Stored data entries:
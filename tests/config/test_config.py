from pathlib import Path

import numpy as np
import pytest

import dipolearray as da
from dipolearray.config import build_scene, config_markdown, load_config, parse_config
from dipolearray.errors import ConfigError

ROOT = Path(__file__).resolve().parents[2]

BASE = """
[run]
name = "t"
[host]
eps = 3.0
[[population]]
radius = "0.5 um"
eps = 30.0
[arrangement]
kind = "random"
n_bodies = 50
volume_fraction = 0.05
seed = 3
"""


def test_bundled_example_is_valid():
    cfg = load_config(ROOT / "configs" / "capacitor_film.toml")
    assert cfg.arrangement["n_bodies"] >= 1000
    assert cfg.field["strength"] == pytest.approx(2e7)  # 20 V/um


def test_build_matches_python_api():
    cfg = parse_config(BASE)
    s = build_scene(cfg)
    assert s.n_bodies == 50 and s.length_unit_m == pytest.approx(5e-7)
    assert s.populations[0].shape == da.Sphere(1.0)
    phi = s.volumes.sum() / (4 / 3 * np.pi * s.sample_radius**3)
    assert phi == pytest.approx(0.05, rel=1e-12)
    again = build_scene(parse_config(BASE))
    np.testing.assert_array_equal(s.positions, again.positions)  # seeded


def test_spheroids_lattice_and_chain():
    spheroid = BASE.replace(
        'radius = "0.5 um"',
        'shape = "spheroid"\npolar = "1 um"\nequatorial = "250 nm"\norientation = "random"',
    )
    s = build_scene(parse_config(spheroid))
    assert not np.allclose(s.rotations[0], s.rotations[1])
    cubic = BASE.replace('kind = "random"', 'kind = "cubic"\nspacing = "1.25 um"\ncut_radius = "5 um"')
    c = build_scene(parse_config(cubic))
    assert c.n_bodies == 257
    ch = BASE.replace('kind = "random"', 'kind = "chain"\ngap = "10 nm"')
    k = build_scene(parse_config(ch))
    assert np.linalg.norm(k.positions[1] - k.positions[0]) == pytest.approx(2.02)


@pytest.mark.parametrize(
    "edit, key, hint",
    [
        (("[host]\neps = 3.0", "[host]\neps = 3.0\nepss = 2"), "host.epss", "host.eps"),
        (("[run]", "[runn]"), "runn", "run"),
        (('radius = "0.5 um"', "radius = 0.5"), "population[0].radius", "unit"),
        (('radius = "0.5 um"', 'radius = "0.5 kg"'), "population[0].radius", "not a length"),
        (('radius = "0.5 um"', 'radius = "-0.5 um"'), "population[0].radius", "positive"),
        (('radius = "0.5 um"', 'radius = "half"'), "population[0].radius", "cannot read"),
        (('kind = "random"', 'kind = "randm"'), "arrangement.kind", "random"),
        (("volume_fraction = 0.05", "volume_fraction = 0.6"), "arrangement.volume_fraction", "maximum"),
        (("n_bodies = 50", "n_bodies = 50.5"), "arrangement.n_bodies", "integer"),
        (("eps = 30.0", "eps = 30.0\neps_loss = -1.0"), "population[0].eps_loss", "minimum"),
        (("[host]\neps = 3.0", "[host]\nname = 'h'"), "host.eps", "required"),
        (('radius = "0.5 um"', 'shape = "spheroid"'), "population[0].polar", "required"),
        (("seed = 3", "seed = 3\n[output]\nobservables = ['forcez']"), "output.observables[0]", "forces"),
        (("seed = 3", "seed = 3\n[field]\nstrength = '1 m'"), "field.strength", "not a field"),
        (("seed = 3", "seed = 3\n[field]\ndirections = 'some'"), "field.directions", "all"),
        (("seed = 3", "seed = 3\n[solver]\nmethod = 'gmress'"), "solver.method", "gmres"),
        (("[run]", "[run"), "toml", "TOML"),
    ],
)
def test_each_bad_config_gets_its_error(edit, key, hint):
    old, new = edit
    assert old in BASE
    with pytest.raises(ConfigError, match=hint) as info:
        parse_config(BASE.replace(old, new, 1))
    assert info.value.key == key


def test_missing_file():
    with pytest.raises(ConfigError, match="no such file"):
        load_config("nowhere.toml")


def test_docs_page_matches_declaration():
    assert (ROOT / "docs" / "config.md").read_text() == config_markdown()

▶ **WHAT YOU ARE ASKED TO DO**: Both the line containing "c = build_scene(parse_config(cubic))" and the line containing "k = build_scene(parse_config(ch))" belong in the answer. Print them and every line above that falls between them exactly, and no others.

▶ **EXERCISE RESULT**:
    c = build_scene(parse_config(cubic))
    assert c.n_bodies == 257
    ch = BASE.replace('kind = "random"', 'kind = "chain"\ngap = "10 nm"')
    k = build_scene(parse_config(ch))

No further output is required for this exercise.